# Shop vac, or dust collector, for use during pen turning/sanding



## redfishsc (Sep 30, 2010)

Howdy all, 

I'm probably going to be re-vamping the way my lathe and stuff is set up. I want to set this up so that as much of the dust/shavings as possible are sucked up as I turn or sand.

I already have a good strong shop vac with a 14g capacity (something like a "5hp peak"). This would probably work fine but I'm afraid that this much use might burn it up. It might run, more or less, for a couple hours at a time. 



Would I be better off buying a 1hp dust collector? It would be a $200 cost but I know these stand up to long-term marathon use very well. 

Anyone have any suggestions?


----------



## Chasper (Sep 30, 2010)

I had been burning out a Shop Vac in about 12-15 months, I went through two of them.  I bought a Rigid Shop Vac and it has lasted 18 months now, plus it comes with a lifetime warranty.

I sometimes run it for 8 hours a day but I don't think it is the long periods us use that damage them, it is the dust that gets through to the motor.


----------



## nava1uni (Oct 1, 2010)

I have been using a Rigid shop vac for the past three years and I have used a Clear Vue with it and very little dust in my shop or the surrounding area.  The shop vac gets very little material in it, I use a Hepa filter and most of the waste goes into the container, which gets emptied every few weeks.  I also have a 1 1/2 hp Shop Fox dust collector, but I like the shop vac set-up much better and it is not as loud as the bigger dust collector.


----------



## lorbay (Oct 1, 2010)

nava1uni said:


> I have been using a Rigid shop vac for the past three years and I have used a Clear Vue with it and very little dust in my shop or the surrounding area.  The shop vac gets very little material in it, I use a Hepa filter and most of the waste goes into the container, which gets emptied every few weeks.  I also have a 1 1/2 hp Shop Fox dust collector, but I like the shop vac set-up much better and it is not as loud as the bigger dust collector.


Pm me with some pic's of your set up please.

Lin.


----------



## bradh (Oct 1, 2010)

Another big difference is noise.
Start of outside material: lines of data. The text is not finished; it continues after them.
"""The OPC UA server of the soft plant, on asyncua: the same loops from the same scan as the register map.

Values are shown after each scan with the instant of the scan as source timestamp: PV and the clock always, any other
tag when it has changed.  What a client writes acts at once, as in a PLC's memory, and is shown at once.
All nodes of one write request act within one pass of the event loop, so no scan falls between them.  A new ``sequence``
is written after the other nodes of its request, and not at all when one of its loop was refused: the guard
never sees a new number with an old output.
"""

import asyncio
from collections.abc import Sequence
from contextlib import suppress
from datetime import UTC, datetime, timedelta
from math import nan
from typing import cast

from asyncua import ua
from asyncua.common.callback import CallbackType, ServerItemCallback
from asyncua.common.utils import ServiceError
from asyncua.crypto.permission_rules import User
from asyncua.server.address_space import AddressSpace, AttributeService, NodeData
from asyncua.server.internal_server import InternalServer
from asyncua.server.internal_session import InternalSession
from asyncua.ua.attribute_ids import AttributeIds
from asyncua.ua.status_codes import StatusCodes

from simulator.faults import Quality, WireFaults
from simulator.loop import Loop, WriteRefused
from simulator.opc_ua_security import APPLICATION_URI, Access, Person, Persons, thumbprint
from simulator.opc_ua_tags import Tag, add_plant, to_status, to_variant
from simulator.opc_ua_wire import GuardedServer
from simulator.plc import Plc

ALWAYS_SHOWN = ("pv", "plc_clock_ms")
STATUS_CODES = {
    Quality.GOOD: to_status(StatusCodes.Good),
    Quality.BAD: to_status(StatusCodes.BadDeviceFailure),
    Quality.UNCERTAIN: to_status(StatusCodes.UncertainLastUsableValue),
    Quality.FORCED: to_status(StatusCodes.GoodLocalOverride),
    Quality.CLAMPED: to_status(StatusCodes.GoodClamped),
}
SENSOR_FAILED = to_status(StatusCodes.BadSensorFailure)
MISTYPES = {
    ua.VariantType.Float: ua.VariantType.Double,
    ua.VariantType.UInt16: ua.VariantType.Int32,
    ua.VariantType.UInt32: ua.VariantType.Int64,
    ua.VariantType.Int32: ua.VariantType.UInt32,
    ua.VariantType.Boolean: ua.VariantType.Byte,
}


class OpcUaServer:
    """Serves a plant; ``port`` 0 takes a free one.  ``show`` is to be awaited after each scan."""

    def __init__(self, plc: Plc, wire: WireFaults, access: Access, *, host: str = "127.0.0.1", port: int = 0) -> None:
        self.access = access
        self._plc = plc
        self._wire = wire
        internal = _Internal(access)
        self._server = GuardedServer(internal, access, wire)
        self._server.socket_address = (host, port)
        self._tags: dict[ua.NodeId, Tag] = {}
        self._tags_of: list[tuple[Loop, list[Tag]]] = []
        self._readings: dict[ua.NodeId, float] = {}
        self._shown: dict[ua.NodeId, ua.DataValue] = {}
        self._shown_scan = -1
        self._is_stale = True
        self._followed = _counters(wire)
        self._restarting: asyncio.Task[None] | None = None
        internal.attribute_service = _TagService(internal.aspace, self)

    @property
    def url(self) -> str:
        """Where clients connect."""
        host, port = self._server.socket_address or ("", 0)
        return f"opc.tcp://{host}:{port}/soft-plant"

    @property
    def identity(self) -> dict[str, str]:
        """The server's own certificate: its file and its SHA-256 thumbprint."""
        file = self.access.certificate_file
        return {"opc_ua_certificate": str(file), "opc_ua_thumbprint": thumbprint(file)}

    async def wait_for_restart(self) -> None:
        """Return when no restart is under way any more."""
        if self._restarting is not None:
            await self._restarting

    async def start(self) -> None:
        """Make what is missing of the PKI, build the address space and listen.  Raises ``OSError``."""
        await self.access.make_own()
        server = self._server
        server.set_server_name("Soft plant")
        server.manufacturer_name = "none"
        server.product_uri = "urn:soft-plant:server"
        await server.init()
        await server.set_application_uri(APPLICATION_URI)
        await server.load_certificate(self.access.certificate_file)
        await server.load_private_key(self.access.key_file)
        server.set_security_policy(self.access.policies)
        server.set_identity_tokens(self.access.identity_tokens)
        server.set_endpoint(self.url)
        for tag in await add_plant(server, self._plc):
            self._tags[tag.node_id] = tag
            server.set_attribute_value_callback(tag.node_id, self._read)
            server.set_attribute_value_setter(tag.node_id, self._keep)
        for loop in self._plc.loops.values():
            self._tags_of.append((loop, [tag for tag in self._tags.values() if tag.loop is loop]))
        for event, listener in (
            (CallbackType.PreRead, self._hold_request),
            (CallbackType.PreWrite, self._hold_request),
            (CallbackType.PostRead, self._hold_answer),
            (CallbackType.PostWrite, self._hold_answer),
        ):
            server.subscribe_server_callback(event, listener)
        await self.show()
        await server.start()

    async def stop(self) -> None:
        """Close the listener and all connections."""
        if self._restarting is not None:
            self._restarting.cancel()
            with suppress(asyncio.CancelledError):
                await self._restarting
        await self._server.stop()

    async def show(self, age_s: float = 0.0) -> None:
        """Show what the plant is now; ``age_s`` tells how long ago its scan began."""
        stamp = datetime.now(UTC) - timedelta(seconds=age_s)
        is_new_scan, self._shown_scan = self._plc.scan_count != self._shown_scan, self._plc.scan_count
        is_stale, self._is_stale = self._is_stale, False
        common = {"plc_clock_ms": self._plc.clock_ms, "boot_count": self._plc.boot_count}
        for loop, tags in self._tags_of:
            readings = loop.readings() | common
            for tag in tags:
                reading = readings[tag.name]
                is_due = is_stale or (is_new_scan and tag.name in ALWAYS_SHOWN)
                if is_due or reading != self._readings[tag.node_id]:
                    self._readings[tag.node_id] = reading
                    await self._server.write_attribute_value(tag.node_id, self._to_data_value(tag, reading, stamp))

    async def follow_faults(self) -> None:
        """Do what faults have asked for since the last call."""
        self._is_stale = True
        closings, session_closings, restarts = _counters(self._wire)
        were, self._followed = self._followed, (closings, session_closings, restarts)
        if closings != were[0]:
            self._server.reset_connections()
        if session_closings != were[1]:
            await self._server.close_sessions()
        if restarts != were[2] and (self._restarting is None or self._restarting.done()):
            self._restarting = asyncio.create_task(self._restart(), name="opc ua restart")

    def take(self, writes: Sequence[ua.WriteValue], user: User) -> list[ua.StatusCode | None]:
        """Take or refuse what is written; ``None`` stands for nodes that are none of the plant's tags.

        Never waits, so that the next scan sees all of it.
        """
        outcomes: list[ua.StatusCode | None] = [None] * len(writes)
        tags = [self._tags.get(write.NodeId) for write in writes]
        refused: set[Loop] = set()
        # Sorting is stable: the order of the request, with sequence numbers last.
        for number in sorted(range(len(writes)), key=lambda number: _is_sequence(tags[number])):
            tag = tags[number]
            if tag is None:
                continue
            code = self._judge(tag, writes[number], user)
            if code == StatusCodes.Good and _is_sequence(tag) and tag.loop in refused:
                code = StatusCodes.BadInvalidState
            if code == StatusCodes.Good:
                code = _write(tag, writes[number].Value)
            if code != StatusCodes.Good:
                refused.add(tag.loop)
            outcomes[number] = to_status(code)
        return outcomes

    def _judge(self, tag: Tag, write: ua.WriteValue, user: User) -> int:
        sent = write.Value
        has_stamp = sent.SourceTimestamp is not None or sent.ServerTimestamp is not None
        is_good = sent.StatusCode is None or sent.StatusCode.value == StatusCodes.Good
        is_refused = str(tag.node_id.Identifier) in self._wire.refused_tags
        code = StatusCodes.Good
        if write.AttributeId != AttributeIds.Value or not tag.is_writable or is_refused:
            code = StatusCodes.BadNotWritable
        elif not (isinstance(user, Person) and user.may_operate):
            code = StatusCodes.BadUserAccessDenied
        elif write.IndexRange:
            code = StatusCodes.BadIndexRangeNoData
        elif not is_good or (has_stamp and self._wire.are_stamped_writes_refused):
            code = StatusCodes.BadWriteNotSupported
        elif sent.Value is None or sent.Value.is_array or sent.Value.VariantType is not self._type_of(tag):
            code = StatusCodes.BadTypeMismatch
        return code

    def _type_of(self, tag: Tag) -> ua.VariantType:
        return MISTYPES[tag.type] if str(tag.node_id.Identifier) in self._wire.mistyped_tags else tag.type

    def _to_data_value(self, tag: Tag, reading: float, stamp: datetime) -> ua.DataValue:
        name = str(tag.node_id.Identifier)
        status = STATUS_CODES[self._wire.tag_qualities.get(name, Quality.GOOD)]
        if tag.name == "pv" and tag.loop.transmitter.is_failed:
            status = SENSOR_FAILED
        if self._wire.are_stamps_frozen and tag.node_id in self._shown:
            stamp = self._shown[tag.node_id].SourceTimestamp or stamp
        return ua.DataValue(to_variant(reading, self._type_of(tag)), status, cast("ua.DateTime", stamp))

    def _read(self, node_id: ua.NodeId, _attribute: AttributeIds) -> ua.DataValue:
        shown = self._shown[node_id]
        return ua.DataValue(
            shown.Value, shown.StatusCode, shown.SourceTimestamp, cast("ua.DateTime", datetime.now(UTC))
        )

    def _keep(self, node: NodeData, _attribute: AttributeIds, shown: ua.DataValue) -> None:
        self._shown[node.nodeid] = shown

    async def _hold_request(self, event: ServerItemCallback, _service: object) -> None:
        if event.is_external:
            await self._hold(self._wire.request_delay_s, "drop_requests")

    async def _hold_answer(self, event: ServerItemCallback, _service: object) -> None:
        if event.is_external:
            await self._hold(self._wire.answer_delay_s, "drop_answers")

    async def _hold(self, delay_s: float, dropped: str) -> None:
        if delay_s > 0.0:
            await asyncio.sleep(delay_s)
        if self._wire.spend(dropped):
            await asyncio.get_running_loop().create_future()  # until the connection is left

    async def _restart(self) -> None:
        await self._server.close_sessions()
        await self._server.close_listener()
        await asyncio.sleep(self._wire.restart_pause_s)
        await self._server.listen()


class _Internal(InternalServer):
    """asyncua's inner server, which lets in only user certificates that are known."""

    def __init__(self, access: Access) -> None:
        super().__init__(user_manager=Persons(access))
        self._known = [certificate for certificate, _ in access.certificates]

    def verify_x509_token(
        self, isession: InternalSession, token: ua.X509IdentityToken, signature: ua.SignatureData
    ) -> bytes:
        certificate = super().verify_x509_token(isession, token, signature)
        if certificate not in self._known:
            raise ServiceError(StatusCodes.BadIdentityTokenRejected)
        return certificate


class _TagService(AttributeService):
    """asyncua's attribute service, which leaves writes of the plant's tags to the plant."""

    def __init__(self, aspace: AddressSpace, plant: OpcUaServer) -> None:
        super().__init__(aspace)
        self._plant = plant

    async def write(self, params: ua.WriteParameters, user: User = User()) -> list[ua.StatusCode]:  # noqa: B008
        """The outcome of each write, in order."""
        outcomes = self._plant.take(params.NodesToWrite, user)
        if any(outcomes):
            await self._plant.show()
        return [
            outcome if outcome is not None else await self._write_other(write, user)
            for write, outcome in zip(params.NodesToWrite, outcomes, strict=True)
        ]

    async def _write_other(self, write: ua.WriteValue, user: User) -> ua.StatusCode:
        if write.NodeId not in self._aspace:
            return to_status(StatusCodes.BadNodeIdUnknown)
        return (await super().write(ua.WriteParameters([write]), user))[0]


def _write(tag: Tag, sent: ua.DataValue) -> int:
    number = nan if sent.Value is None else float(sent.Value.Value)
    try:
        tag.loop.write(tag.name, number)
    except WriteRefused as refusal:
        return int(StatusCodes.BadNotWritable if refusal.is_read_only else StatusCodes.BadOutOfRange)
    return int(StatusCodes.Good)


def _is_sequence(tag: Tag | None) -> bool:
    return tag is not None and tag.name == "sequence"


def _counters(wire: WireFaults) -> tuple[int, int, int]:
    return wire.close_requests, wire.session_closings, wire.server_restarts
With the shop vac you will not hear the tool cutting, or even the phone ringing! A good dust collector is much quieter.


----------



## witz1976 (Oct 1, 2010)

nava1uni said:


> I have been using a Rigid shop vac for the past three years and I have used a Clear Vue with it and very little dust in my shop or the surrounding area.  The shop vac gets very little material in it, I use a Hepa filter and most of the waste goes into the container, which gets emptied every few weeks.  I also have a 1 1/2 hp Shop Fox dust collector, but *I like the shop vac set-up much better and it is not as loud as the bigger dust collector.*



I am curious what dust collector have you been looking at?  I ask because every DC I have seen work is at least 1/2 the noise of the shop vac.


----------



## redfishsc (Oct 1, 2010)

The dust collectors I've used were mostly the 1 hp floor models, and the 2hp upright bag models. 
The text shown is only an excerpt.